STORED DATA section start

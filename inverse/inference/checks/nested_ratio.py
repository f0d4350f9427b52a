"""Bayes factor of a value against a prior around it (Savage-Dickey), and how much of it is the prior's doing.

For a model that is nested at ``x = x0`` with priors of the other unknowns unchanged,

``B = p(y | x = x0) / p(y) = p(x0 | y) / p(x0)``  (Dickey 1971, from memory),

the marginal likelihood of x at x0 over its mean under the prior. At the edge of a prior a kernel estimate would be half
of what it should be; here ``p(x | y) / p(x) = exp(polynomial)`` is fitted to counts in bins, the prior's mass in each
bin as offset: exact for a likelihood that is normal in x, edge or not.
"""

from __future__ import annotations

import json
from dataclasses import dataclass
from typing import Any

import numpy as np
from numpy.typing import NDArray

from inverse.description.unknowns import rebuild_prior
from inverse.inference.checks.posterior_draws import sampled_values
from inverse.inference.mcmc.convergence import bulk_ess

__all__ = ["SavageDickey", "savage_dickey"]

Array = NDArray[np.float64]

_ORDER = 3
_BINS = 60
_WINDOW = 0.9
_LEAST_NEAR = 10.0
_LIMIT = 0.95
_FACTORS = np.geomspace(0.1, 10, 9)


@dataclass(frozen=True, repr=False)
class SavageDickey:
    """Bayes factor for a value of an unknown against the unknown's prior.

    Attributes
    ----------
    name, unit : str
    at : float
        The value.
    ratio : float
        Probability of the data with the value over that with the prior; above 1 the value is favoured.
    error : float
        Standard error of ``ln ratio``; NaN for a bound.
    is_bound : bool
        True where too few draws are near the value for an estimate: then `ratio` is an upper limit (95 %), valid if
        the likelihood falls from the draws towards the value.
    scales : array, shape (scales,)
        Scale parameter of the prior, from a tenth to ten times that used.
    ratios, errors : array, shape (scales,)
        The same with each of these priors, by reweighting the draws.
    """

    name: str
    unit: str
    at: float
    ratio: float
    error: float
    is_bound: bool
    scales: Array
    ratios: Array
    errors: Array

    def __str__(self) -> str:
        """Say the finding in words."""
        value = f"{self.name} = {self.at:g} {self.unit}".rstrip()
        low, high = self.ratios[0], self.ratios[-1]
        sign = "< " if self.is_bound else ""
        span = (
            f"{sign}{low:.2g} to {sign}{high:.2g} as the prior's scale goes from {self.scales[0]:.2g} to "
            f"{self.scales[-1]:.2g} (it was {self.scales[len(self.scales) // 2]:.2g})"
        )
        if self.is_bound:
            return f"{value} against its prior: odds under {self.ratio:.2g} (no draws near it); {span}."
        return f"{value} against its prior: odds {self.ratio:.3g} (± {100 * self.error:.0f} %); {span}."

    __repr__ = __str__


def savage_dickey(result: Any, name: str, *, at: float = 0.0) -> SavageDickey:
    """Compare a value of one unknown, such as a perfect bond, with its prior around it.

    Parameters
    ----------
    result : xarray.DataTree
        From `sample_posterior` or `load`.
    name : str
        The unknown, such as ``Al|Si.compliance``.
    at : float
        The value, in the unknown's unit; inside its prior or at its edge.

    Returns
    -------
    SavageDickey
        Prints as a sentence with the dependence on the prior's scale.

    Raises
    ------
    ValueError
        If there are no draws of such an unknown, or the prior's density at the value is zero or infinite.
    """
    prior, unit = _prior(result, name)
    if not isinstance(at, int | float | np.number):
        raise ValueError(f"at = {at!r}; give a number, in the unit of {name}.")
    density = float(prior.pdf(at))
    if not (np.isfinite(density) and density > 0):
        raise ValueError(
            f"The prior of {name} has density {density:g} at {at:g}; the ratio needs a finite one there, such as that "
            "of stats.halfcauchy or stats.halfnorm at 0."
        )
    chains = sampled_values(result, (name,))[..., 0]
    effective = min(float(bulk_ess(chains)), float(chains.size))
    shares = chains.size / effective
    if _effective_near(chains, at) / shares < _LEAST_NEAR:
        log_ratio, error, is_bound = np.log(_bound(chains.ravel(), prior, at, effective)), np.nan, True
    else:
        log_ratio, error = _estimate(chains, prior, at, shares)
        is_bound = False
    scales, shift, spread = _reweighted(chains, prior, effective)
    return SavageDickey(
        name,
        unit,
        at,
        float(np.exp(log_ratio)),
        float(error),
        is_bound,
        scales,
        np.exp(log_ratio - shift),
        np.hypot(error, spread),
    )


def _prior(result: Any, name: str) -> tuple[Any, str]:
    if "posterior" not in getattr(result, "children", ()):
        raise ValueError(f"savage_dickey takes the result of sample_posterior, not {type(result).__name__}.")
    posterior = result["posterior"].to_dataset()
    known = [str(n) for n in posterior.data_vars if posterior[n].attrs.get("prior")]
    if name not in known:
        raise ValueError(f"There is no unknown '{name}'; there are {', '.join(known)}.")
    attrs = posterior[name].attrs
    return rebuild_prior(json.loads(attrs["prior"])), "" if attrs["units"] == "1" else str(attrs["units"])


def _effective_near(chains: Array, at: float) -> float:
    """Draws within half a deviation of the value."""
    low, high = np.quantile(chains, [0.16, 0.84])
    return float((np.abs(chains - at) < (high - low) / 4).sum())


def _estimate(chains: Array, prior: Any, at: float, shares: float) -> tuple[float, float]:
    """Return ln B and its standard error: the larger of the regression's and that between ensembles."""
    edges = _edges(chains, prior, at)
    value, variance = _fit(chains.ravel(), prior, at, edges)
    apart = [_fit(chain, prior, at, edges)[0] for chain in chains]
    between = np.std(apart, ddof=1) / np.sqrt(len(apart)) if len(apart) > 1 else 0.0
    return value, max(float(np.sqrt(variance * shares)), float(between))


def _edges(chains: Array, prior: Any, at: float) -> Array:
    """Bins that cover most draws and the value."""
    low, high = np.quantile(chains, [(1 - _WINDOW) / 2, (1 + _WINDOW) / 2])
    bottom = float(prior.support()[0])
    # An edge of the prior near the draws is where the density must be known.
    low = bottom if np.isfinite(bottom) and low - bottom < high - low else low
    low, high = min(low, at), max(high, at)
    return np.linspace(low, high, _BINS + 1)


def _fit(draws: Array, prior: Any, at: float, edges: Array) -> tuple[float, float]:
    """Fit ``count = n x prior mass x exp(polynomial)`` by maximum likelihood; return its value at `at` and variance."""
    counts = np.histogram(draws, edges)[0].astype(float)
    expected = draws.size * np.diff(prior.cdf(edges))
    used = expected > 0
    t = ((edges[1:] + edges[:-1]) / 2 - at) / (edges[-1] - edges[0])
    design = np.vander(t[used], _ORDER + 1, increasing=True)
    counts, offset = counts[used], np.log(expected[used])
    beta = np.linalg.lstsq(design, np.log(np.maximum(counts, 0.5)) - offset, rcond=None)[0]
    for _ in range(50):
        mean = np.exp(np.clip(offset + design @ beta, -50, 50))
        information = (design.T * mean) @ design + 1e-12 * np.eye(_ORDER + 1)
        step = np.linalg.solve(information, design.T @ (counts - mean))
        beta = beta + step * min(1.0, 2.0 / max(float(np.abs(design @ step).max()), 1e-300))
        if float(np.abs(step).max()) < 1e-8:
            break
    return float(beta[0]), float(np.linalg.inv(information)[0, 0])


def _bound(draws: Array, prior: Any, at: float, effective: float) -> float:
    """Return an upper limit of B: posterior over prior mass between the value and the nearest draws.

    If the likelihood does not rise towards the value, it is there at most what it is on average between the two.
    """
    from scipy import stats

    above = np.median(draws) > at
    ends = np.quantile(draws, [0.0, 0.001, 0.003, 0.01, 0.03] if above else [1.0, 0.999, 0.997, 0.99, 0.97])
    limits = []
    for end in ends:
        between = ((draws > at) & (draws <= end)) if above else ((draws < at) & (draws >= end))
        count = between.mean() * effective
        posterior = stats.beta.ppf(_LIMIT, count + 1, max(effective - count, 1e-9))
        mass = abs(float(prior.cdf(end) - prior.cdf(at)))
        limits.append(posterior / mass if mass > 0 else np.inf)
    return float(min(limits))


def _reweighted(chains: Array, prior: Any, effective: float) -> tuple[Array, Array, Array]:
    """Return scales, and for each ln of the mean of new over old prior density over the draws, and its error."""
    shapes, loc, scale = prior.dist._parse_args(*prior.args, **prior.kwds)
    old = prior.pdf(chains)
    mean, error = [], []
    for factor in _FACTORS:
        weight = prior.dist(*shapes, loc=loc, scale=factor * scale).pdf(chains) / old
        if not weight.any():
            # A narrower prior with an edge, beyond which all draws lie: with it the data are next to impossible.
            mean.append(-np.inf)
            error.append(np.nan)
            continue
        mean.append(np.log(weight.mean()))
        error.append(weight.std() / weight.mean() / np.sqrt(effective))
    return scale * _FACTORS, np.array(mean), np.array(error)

STORED DATA section end

=== WHAT YOU SHOULD DO ===
Look above for the line holding "name, unit : str", then set down exactly that line and every line after it up to and including the line holding "prior around it.", with nothing else.

=== RESULT FOR THIS TASK ===
    name, unit : str
    at : float
        The value.
    ratio : float
        Probability of the data with the value over that with the prior; above 1 the value is favoured.
    error : float
        Standard error of ``ln ratio``; NaN for a bound.
    is_bound : bool
        True where too few draws are near the value for an estimate: then `ratio` is an upper limit (95 %), valid if
        the likelihood falls from the draws towards the value.
    scales : array, shape (scales,)
        Scale parameter of the prior, from a tenth to ten times that used.
    ratios, errors : array, shape (scales,)
        The same with each of these priors, by reweighting the draws.
    """

    name: str
    unit: str
    at: float
    ratio: float
    error: float
    is_bound: bool
    scales: Array
    ratios: Array
    errors: Array

    def __str__(self) -> str:
        """Say the finding in words."""
        value = f"{self.name} = {self.at:g} {self.unit}".rstrip()
        low, high = self.ratios[0], self.ratios[-1]
        sign = "< " if self.is_bound else ""
        span = (
            f"{sign}{low:.2g} to {sign}{high:.2g} as the prior's scale goes from {self.scales[0]:.2g} to "
            f"{self.scales[-1]:.2g} (it was {self.scales[len(self.scales) // 2]:.2g})"
        )
        if self.is_bound:
            return f"{value} against its prior: odds under {self.ratio:.2g} (no draws near it); {span}."
        return f"{value} against its prior: odds {self.ratio:.3g} (± {100 * self.error:.0f} %); {span}."

    __repr__ = __str__


def savage_dickey(result: Any, name: str, *, at: float = 0.0) -> SavageDickey:
    """Compare a value of one unknown, such as a perfect bond, with its prior around it.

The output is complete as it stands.